I think an 1/8 inch margin looks good but you could probably 1/16 too.

I recommend the 1/32 thickness faceplate from amplify fun


----------



## Funnel (Mar 15, 2022)

If your going through @amplifyfun the dimensions Spencer told me are 58mm by 113mm for a faceplate. He also answered questions and I think even adjusted a few things on my layout so they’d fit a little better.


----------



## pcb rookie (Mar 16, 2022)

As some of you have recommended, I will drill the holes of the enclosure 1st, slightly bigger than the faceplate. 1/16th on each of the 4 faces would look good. I'll run my layout through @amplifyfun ... that is a good piece of advise. 

I did not know they had different thickness available. the thinner the better look wise ... 

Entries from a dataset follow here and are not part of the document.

@dataclass(frozen=True)
class _Base:
    """T_p + Pi: the part of the solution known in closed form, as one polynomial c[i, j] of
    u^i v^j with (u, v) = (x, y) / scale, and its derivatives."""

    particular: Particular
    corner: CornerPolynomial
    scale: float
    coef: _Array
    coef_u: _Array
    coef_v: _Array

    @classmethod
    def build(cls, particular: Particular, corner: CornerPolynomial) -> _Base:
        c = _particular_array(particular, corner.scale) + corner.array
        return cls(particular, corner, corner.scale, c, _d_du(c), _d_dv(c))

    def value(self, x: _Array, y: _Array) -> _Array:
        s = self.scale
        return _poly2(self.coef, np.asarray(x, float) / s, np.asarray(y, float) / s)

    def gradient(self, x: _Array, y: _Array) -> tuple[_Array, _Array]:
        s = self.scale
        u, v = np.asarray(x, float) / s, np.asarray(y, float) / s
        return _poly2(self.coef_u, u, v) / s, _poly2(self.coef_v, u, v) / s

    def grid(self, gx: _Array, gy: _Array) -> _Array:
        """Values on the tensor grid, (len(gy), len(gx))."""
        s = self.scale
        return _monomials(np.asarray(gy, float) / s) @ self.coef.T @ _monomials(
            np.asarray(gx, float) / s).T


@dataclass(frozen=True)
class CornerPlan:
    """Which corners are singular and which edge carries each jump.

    singular: corner name -> (edge carrying the jump, temperature difference K).
    unbounded: edges whose heat flow is unbounded (they touch a singular corner).
    slow: edges whose flow series would converge only conditionally (reported as None).
    """

    singular: dict[str, tuple[str, float]]
    unbounded: frozenset[str]
    slow: frozenset[str]


def _corner_temperature(cond: _EdgeCondition, end: int) -> float:
    assert cond.profile_t is not None
    return float(cond.profile_t[0] if end == 0 else cond.profile_t[-1])
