"""Response dumping: marshmallow's `schema.dump` against the compiled dumper (prints figures).

Run from the repository root:  python bench/dumping.py [--repeat N]

Each case is solved once through the Flask test client; the (schema, envelope, output units)
handed to `dump_with_units` is captured and then dumped many times both ways, in alternation so
that both see the same machine load. Prints the median and minimum per dump, the ratio of the
medians, and checks the two dumps are identical (`schemas.dumping.dump_difference`).

Cases: a 5-point plate (the request of bench/http_throughput.py), the same plate with a 101 x 101
output grid, the 5-point plate in imperial output units, and one response of each other family
(the test suite's demo payloads, tests/conftest.py).
"""

from __future__ import annotations

import os

os.environ.setdefault("OPENBLAS_NUM_THREADS", "1")

import argparse  # noqa: E402
import copy  # noqa: E402
import logging  # noqa: E402
import statistics  # noqa: E402
import sys  # noqa: E402
import time  # noqa: E402
from typing import Any  # noqa: E402

sys.path.insert(0, os.path.dirname(os.path.dirname(os.path.abspath(__file__))))

import service.api.common as common  # noqa: E402
from schemas.dumping import compiled_dumper, dump_difference, set_reference_check  # noqa: E402
from schemas.units import CURRENT_OUTPUT_UNITS  # noqa: E402
from service.app import create_app  # noqa: E402
from tests.conftest import (  # noqa: E402
    FIN_PAYLOAD,
    GRID_PAYLOAD,
    LAYERS_PAYLOAD,
    TRANSIENT_PAYLOAD,
)

set_reference_check(False)  # importing the test payloads turned it on; time the server's way

PLATE_5 = {  # the 5-point request of bench/http_throughput.py
    "width": 0.6, "height": 1.0, "conductivity": 52,
    "edges": {"bottom": {"type": "temperature", "value": 100},
              "left": {"type": "insulated"},
              "right": {"type": "convection", "film_coefficient": 750, "ambient": 0},
              "top": {"type": "flux", "value": -200}},
    "points": [[0.1, 0.1], [0.3, 0.5], [0.5, 0.9], [0.6, 0.2], [0.0, 1.0]],
}
IMPERIAL = {"temperature": "degF", "length": "in", "heat_flow_per_length": "BTU/(h*ft)"}

CASES: list[tuple[str, str, dict[str, Any]]] = [
    ("plate, 5 points", "/v1/plate", PLATE_5),
    ("plate, 101 x 101 grid", "/v1/plate", {**PLATE_5, "grid": {"nx": 101, "ny": 101}}),
    ("plate, 5 points, degF/in", "/v1/plate", {**PLATE_5, "output_units": IMPERIAL}),
    ("layers", "/v1/layers", LAYERS_PAYLOAD),
    ("fin", "/v1/fin", FIN_PAYLOAD),
    ("transient", "/v1/transient", TRANSIENT_PAYLOAD),
    ("grid", "/v1/grid", GRID_PAYLOAD),
]


def capture(client: Any, path: str, payload: dict[str, Any]) -> tuple[Any, Any, Any]:
    seen: list[tuple[Any, Any, Any]] = []
    real = common.dump_with_units

    def keep(schema: Any, obj: Any, units: Any) -> Any:
        seen.append((schema, obj, units))
        return real(schema, obj, units)

    common.dump_with_units = keep  # type: ignore[assignment]
    try:
        # no-store: solved and dumped even where finished answers are kept for reuse
        response = client.post(path, json=copy.deepcopy(payload),
                               headers={"Cache-Control": "no-store"})
    finally:
        common.dump_with_units = real  # type: ignore[assignment]
    if response.status_code != 200:
        raise SystemExit(f"{path}: {response.status_code} {response.get_json()}")
    return seen[-1]


def main() -> None:
    parser = argparse.ArgumentParser(description=__doc__.splitlines()[0])
    parser.add_argument("--repeat", type=int, default=2000, help="dumps per way and case")
    args = parser.parse_args()
    logging.getLogger("service").setLevel(logging.WARNING)
    client = create_app({"TESTING": True, "LOG_LEVEL": "WARNING"}).test_client()
    print(f"{'case':28s} {'marshmallow ms':>21s} {'compiled ms':>21s} {'ratio':>6s}  identical")
    print(f"{'':28s} {'median':>10s} {'min':>10s} {'median':>10s} {'min':>10s}")
    for name, path, payload in CASES:
        schema, obj, units = capture(client, path, payload)
        dumper = compiled_dumper(schema)
        token = CURRENT_OUTPUT_UNITS.set(units)
        try:
            same = dump_difference(schema.dump(obj), dumper(obj, units)) is None
            slow: list[float] = []
            fast: list[float] = []
            for _ in range(args.repeat):
                started = time.perf_counter()
                schema.dump(obj)
                slow.append(time.perf_counter() - started)
                started = time.perf_counter()
                dumper(obj, units)
                fast.append(time.perf_counter() - started)
        finally:
            CURRENT_OUTPUT_UNITS.reset(token)
        slow_ms, fast_ms = statistics.median(slow) * 1e3, statistics.median(fast) * 1e3
        print(f"{name:28s} {slow_ms:10.4f} {min(slow) * 1e3:10.4f} {fast_ms:10.4f} "
              f"{min(fast) * 1e3:10.4f} {slow_ms / fast_ms:6.1f}  {'yes' if same else 'NO'}")
    print(f"load average: {' '.join(f'{x:.2f}' for x in os.getloadavg())}")


if __name__ == "__main__":
    main()
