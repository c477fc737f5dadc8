"""Start and stop the real gunicorn server for benchmarks (loopback only)."""

from __future__ import annotations

import os
import pathlib
import signal
import socket
import subprocess
import sys
import time
import urllib.request

ROOT = pathlib.Path(__file__).resolve().parents[1]


def free_port() -> int:
    with socket.socket() as sock:
        sock.bind(("127.0.0.1", 0))
        return sock.getsockname()[1]


def start(workers: int = 2, extra_env: dict[str, str] | None = None):
    port = free_port()
    env = {**os.environ, "CONDUCTION_BIND": f"127.0.0.1:{port}",
           "CONDUCTION_WORKERS": str(workers), "CONDUCTION_ACCESS_LOG": "",
           "CONDUCTION_LOG_LEVEL": "WARNING", **(extra_env or {})}
    gunicorn = pathlib.Path(sys.executable).with_name("gunicorn")
    proc = subprocess.Popen([str(gunicorn), "-c", "deploy/gunicorn.conf.py"], cwd=ROOT, env=env,
                            stdout=subprocess.DEVNULL, stderr=subprocess.DEVNULL)
    base = f"http://127.0.0.1:{port}"
    for _ in range(300):
        try:
            with urllib.request.urlopen(base + "/healthz", timeout=1):
                return proc, base
        except OSError:
            time.sleep(0.1)
    proc.kill()
    raise RuntimeError("server did not start")


def stop(proc: subprocess.Popen) -> None:
    proc.send_signal(signal.SIGTERM)
    proc.wait(timeout=30)
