"""Items per second through the real server: a 1,000-item batch and a 1,000-case sweep, against
the same 1,000 problems sent one request at a time (one keep-alive connection).

    .venv/bin/python bench/batch_sweep.py [--items 1000]
"""

from __future__ import annotations

import argparse
import copy
import pathlib
import sys
import time

import requests

sys.path.insert(0, str(pathlib.Path(__file__).resolve().parent))
import _server  # noqa: E402

BASE = {
    # a light plate problem: two points, no grid
    "width": 0.6, "height": 0.4, "conductivity": 50,
    "edges": {"bottom": {"type": "temperature", "value": 70},
              "left": {"type": "insulated"},
              "right": {"type": "convection", "film_coefficient": 15, "ambient": 5},
              "top": {"type": "convection", "film_coefficient": 10, "ambient": 5}},
    "points": [[0.3, 0.2], [0.6, 0.4]],
}


def problems(n: int) -> list[dict]:
    out = []
    for i in range(n):
        p = copy.deepcopy(BASE)
        p["edges"]["right"]["film_coefficient"] = 5 + i * 0.1
        out.append(p)
    return out


def main() -> None:
    parser = argparse.ArgumentParser()
    parser.add_argument("--items", type=int, default=1000)
    args = parser.parse_args()
    items = problems(args.items)
    proc, base = _server.start(workers=2)
    try:
        session = requests.Session()
        session.post(base + "/v1/plate", json=items[0], timeout=30)  # warm-up
        t0 = time.perf_counter()
        for p in items:
            assert session.post(base + "/v1/plate", json=p, timeout=30).status_code == 200
        single = time.perf_counter() - t0
        t0 = time.perf_counter()
        body = session.post(base + "/v1/batch", json={"items": [
            {"kind": "plate", "problem": p} for p in items]}, timeout=600).json()
        batch = time.perf_counter() - t0
        assert body["summary"]["failed"] == 0
        t0 = time.perf_counter()
        sweep = session.post(base + "/v1/sweep", json={
            "kind": "plate", "base": BASE,
            "vary": [{"path": "edges.right.film_coefficient",
                      "values": [5 + i * 0.1 for i in range(args.items)]}],
            "outputs": ["results.points.0.temperature"]}, timeout=600).json()
        swept = time.perf_counter() - t0
        assert sweep["failed"] == 0
        n = args.items
        print(f"{n} light plate problems through gunicorn (2 sync workers, loopback)")
        print(f"{'mode':<28} {'seconds':>8} {'items/s':>9} {'vs single':>10}")
        for name, seconds in (("one request per item", single), ("one batch request", batch),
                              ("one sweep request", swept)):
            print(f"{name:<28} {seconds:>8.2f} {n / seconds:>9.0f} {single / seconds:>9.2f}x")
    finally:
        _server.stop(proc)


if __name__ == "__main__":
    main()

@Barry @fig @ADAOCE @Funnel 
Thank you all for your help!


----------



## Funnel (Apr 5, 2022)

So I went through with my amplify fun order. Here’s two of the completed projects. I’m really happy with how they turned out


----------



## pcb rookie (Apr 5, 2022)

Funnel said:


> So I went through with my amplify fun order. Here’s two of the completed projects. I’m really happy with how they turned out


They both look amazing! I love the wood finish on the Fuchsia Fuzz.


----------



## cooder (Apr 6, 2022)

I did a tutorial on how I do my acrylic faceplates over on the other forum if it helps:
https://www.madbeanpedals.com/forum/index.php?topic=28358.0

This sorta stuff:


----------



## pcb rookie (Apr 6, 2022)

cooder said:


> I did a tutorial on how I do my acrylic faceplates over on the other forum if it helps:
> https://www.madbeanpedals.com/forum/index.php?topic=28358.0
> 
> This sorta stuff:


Way cool!


----------



## fig (Apr 6, 2022)

pcb rookie said:


> Way cool!


Indeed.


----------



## SYLV9ST9R (Apr 8, 2022)

Unfortunately (for me), shipping to Canada makes it too expensive for just a couple of faceplates.
Currently investigating other options in Canada, but so far, either they don't do singles, or have a too high minimum amount.
If somebody has any leads, let me know.


----------



## pcb rookie (Apr 8, 2022)

SYLV9ST9R said:


> Unfortunately (for me), shipping to Canada makes it too expensive for just a couple of faceplates.
> Currently investigating other options in Canada, but so far, either they don't do singles, or have a too high minimum amount.
> If somebody has any leads, let me know.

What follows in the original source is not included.